class BlockPlan(NamedTuple):
    """What :meth:`CycleEstimator.prepare` decides once per block.

    Attributes
    ----------
    ref : int
        Channel the DAC grid is read from (the strongest unclipped one).
    grid : DacGrid or None
        DAC staircase locked to the cycle, if any.
    unlocked : float
        Steps per second no locked grid explains.
    response : GainResponse or None
        Gain filter response per channel.
    decided : list of dict or None
        The estimator's own choices per channel (:meth:`CycleEstimator._decide`).
    harmonics : int or None
        Harmonics the artifact's waveform shows on the strongest unclipped
        channel (:func:`waveform_harmonics`); None where every channel clips.
    judges : tuple of int
        Channels whose data judge the samples next to a DAC's tick edges
        (:func:`settle_edges`): ``ref`` alone, or where a channel clips
        ``ref`` and the strongest others, at most :data:`SETTLE_CHANNELS`.
    level : ndarray or None
        Each channel's DC level over the plan's stretch (:func:`_level`),
        taken off before any fit (:func:`level_off`).
    follows : ndarray of bool or None
        Channels whose level is followed in time as well (``track``): those
        with no clipped sample over the plan's stretch.
    track : LevelTrack or None
        Each channel's slow level over the block's work range
        (:func:`artifactclean.baseline.level_track`), read once by the plan
        so that pieces of the block need no context for it.
    edges : EdgeResponse or None
        What each of the DAC's steps leaves beside the tick levels, where the
        amplifier's low-pass spreads the steps over the samples after their
        edges (:mod:`artifactclean.step_response`), learned by the estimator
        from the plan's stretch (:meth:`CycleEstimator._edge_plan`); None
        where the samples beside an edge are settled into one tick or the
        other (:func:`settle_edges`).
    """

    ref: int
    grid: DacGrid | None
    unlocked: float
    response: GainResponse | None
    decided: list | None
    harmonics: int | None = None
    judges: tuple = ()
    level: np.ndarray | None = None
    follows: np.ndarray | None = None
    track: LevelTrack | None = None
    edges: EdgeResponse | None = None


#: channels whose data judge the samples next to a DAC's tick edges (:class:`BlockPlan`, :func:`settle_edges`):
#: this project's choice (the plan's DAC search pools as many)
SETTLE_CHANNELS = 4


#: harmonics weaker than this share of the fundamental are not counted in a waveform's shape
#: (this project's choice: 0.3% of a 4 mV artifact is 12 uV, a few times a template bin's noise)
_WAVEFORM_MIN_RELATIVE = 3e-3


def waveform_harmonics(x: np.ndarray, cycles: np.ndarray, fs: float, f: float, *, w: np.ndarray | None = None,
                       min_relative: float = _WAVEFORM_MIN_RELATIVE, below: float | None = None) -> int:
    """Highest harmonic of the stimulation that stands out in the mean cycle of ``x``.

    The mean cycle over the stretch (``cycles``: the stimulation phase of
    each sample, in cycles; ``w``: sample weights, 0 for lost samples) is
    taken on bins of the cycle and its DFT compared with its own noise: a
    harmonic counts when its amplitude exceeds 5 times the median harmonic
    amplitude (common practice for a detection threshold) and
    ``min_relative`` of the fundamental's. With ``below``, only harmonics
    under it count (a DAC's images sit at multiples of its tick rate). At
    least 1.
    """
    n_bins = max(8, int(round(fs / f)))
    b = np.floor(fractional_part(cycles) * n_bins).astype(np.int64)
    cnt = np.maximum(np.bincount(b, w, n_bins), 1e-12)
    mean = np.bincount(b, x if w is None else w * x, n_bins) / cnt
    amp = np.abs(np.fft.rfft(mean - mean.mean()))[1:]
    k = np.arange(1, amp.size + 1)
    strong = (amp > 5.0 * np.median(amp)) & (amp > min_relative * amp[0])
    if below is not None:
        strong &= k < below
    return int(k[strong].max()) if strong.any() else 1


def stretch_bounds(u: np.ndarray, span_cycles: float) -> np.ndarray:
    """Sample indices where stretches of ``span_cycles`` cycles start (counted from absolute cycle numbers), and the end.

    Stretches counted from absolute cycle numbers fall at the same samples in
    a piece of a block as in the whole block.
    """
    # a chunk at a time: the stretch numbers of the whole block, three arrays of its length, were where a task's
    # memory peaked (a 5 Hz block, one channel: 11.9 -> 11.2 float64 values a sample at the peak, tracemalloc)
    starts = [np.zeros(1, dtype=np.int64)]
    last = None
    for c0 in range(0, u.size, _STRETCH_CHUNK):
        stretch = np.floor(u[c0:c0 + _STRETCH_CHUNK] / span_cycles)
        if last is not None and stretch[0] != last:
            starts.append(np.array([c0]))
        starts.append(np.flatnonzero(np.diff(stretch)) + 1 + c0)
        last = stretch[-1]
    return np.concatenate(starts + [np.array([u.size])]).astype(np.int64)


#: samples :func:`stretch_bounds` numbers at once
_STRETCH_CHUNK = 1 << 16


def array_reader(x: np.ndarray, offset: int = 0):
    """``read(a, b, rows=None)`` for :meth:`CycleEstimator.prepare`: samples ``a..b`` of an array starting at ``offset``."""
    return lambda a, b, rows=None: x[slice(None) if rows is None else rows, a - offset:b - offset]
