def level_off_reader(read, track: LevelTrack, bounds: tuple[int, int], *, origin: int = 0, follow=None):
    """``read(a, b, rows=None)`` with the level of ``track`` taken off each row read within ``bounds`` (the work
    range the track covers; ``origin``: the block's reference sample in the reader's samples).

    ``follow(x)``, given the rows read (2-D), says which to take the level off (default all; a clipped
    channel's rails must stay where they are). Reads reaching outside ``bounds`` are returned as read.
    """
    s, e = bounds

    def seen(a: int, b: int, rows=None):
        x = read(a, b) if rows is None else read(a, b, rows)
        if not s <= a < b <= e:
            return x
        x = np.array(x, dtype=np.float64)
        flat = x.reshape(-1, x.shape[-1])
        which = np.ones(flat.shape[0], dtype=bool) if follow is None else np.asarray(follow(flat), dtype=bool)
        chans = np.arange(flat.shape[0]) if rows is None else np.asarray(list(rows))
        track.subtract(flat, a - origin, np.flatnonzero(which), chans[which])
        return x

    return seen
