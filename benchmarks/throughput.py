"""Throughput of each estimator as ratios measured in one run.

Prints, for a 4-channel 30 kHz synthetic trace, each method's samples per
second divided by that of ``numpy.copyto`` on the same array and by that of
the notch comb. Ratios, not seconds: the machines are shared and noisy.

    python benchmarks/throughput.py [--seconds 20] [--freq 20] [--repeat 3] [--dac 1000] [--lowpass 7500]

``--dac`` adds a DAC staircase at that update rate, ``--lowpass`` the
amplifier's anti-aliasing low-pass (``ArtifactSpec.lowpass_hz``).
"""

from __future__ import annotations

import argparse
import time

import numpy as np

from artifactclean import METHODS, make_estimator
from artifactclean.synthetic import ArtifactSpec, simulate_recording


def best_time(fn, repeat: int) -> float:
    times = []
    for _ in range(repeat):
        t0 = time.perf_counter()
        fn()
        times.append(time.perf_counter() - t0)
    return min(times)


def main(argv=None) -> dict:
    ap = argparse.ArgumentParser(description=__doc__.splitlines()[0])
    ap.add_argument("--seconds", type=float, default=20.0)
    ap.add_argument("--freq", type=float, default=20.0)
    ap.add_argument("--dac", type=float, default=None, help="DAC update rate (Hz); none by default")
    ap.add_argument("--lowpass", type=float, default=None, help="the amplifier's low-pass (Hz); none by default")
    ap.add_argument("--repeat", type=int, default=3)
    args = ap.parse_args(argv)
    rec = simulate_recording(args.seconds, artifact=ArtifactSpec(freq_hz=args.freq, dac_rate_hz=args.dac,
                                                                 lowpass_hz=args.lowpass), seed=0)
    x = rec.data
    out = np.empty_like(x)
    t_copy = best_time(lambda: np.copyto(out, x), max(args.repeat, 10))
    times = {}
    for name in METHODS:
        est = make_estimator(name)
        times[name] = best_time(lambda: est.fit_transform(x, fs=rec.fs, stim_freq=args.freq), args.repeat)
    print(f"{x.shape[0]} channels x {x.shape[1]} samples ({args.seconds:.0f} s at {rec.fs:.0f} Hz), "
          f"{args.freq:g} Hz artifact{'' if args.dac is None else f', {args.dac:g} Hz DAC'}"
          f"{'' if args.lowpass is None else f', {args.lowpass:g} Hz low-pass'}, best of {args.repeat}")
    print(f"{'method':<10} {'throughput / numpy.copyto':>26} {'throughput / comb':>18}")
    for name, t in times.items():
        print(f"{name:<10} {t_copy / t:>26.4f} {times['comb'] / t:>18.2f}")
    return dict(copyto=t_copy, **times)


if __name__ == "__main__":
    main()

----------------------------------------

Set down, unchanged, only those lines above that fall between the line with "b = np.floor(fractional_part(cycles)" and the line with "return int(k[strong].max()) if", the two end lines included.

    b = np.floor(fractional_part(cycles) * n_bins).astype(np.int64)
    cnt = np.maximum(np.bincount(b, w, n_bins), 1e-12)
    mean = np.bincount(b, x if w is None else w * x, n_bins) / cnt
    amp = np.abs(np.fft.rfft(mean - mean.mean()))[1:]
    k = np.arange(1, amp.size + 1)
    strong = (amp > 5.0 * np.median(amp)) & (amp > min_relative * amp[0])
    if below is not None:
        strong &= k < below
    return int(k[strong].max()) if strong.any() else 1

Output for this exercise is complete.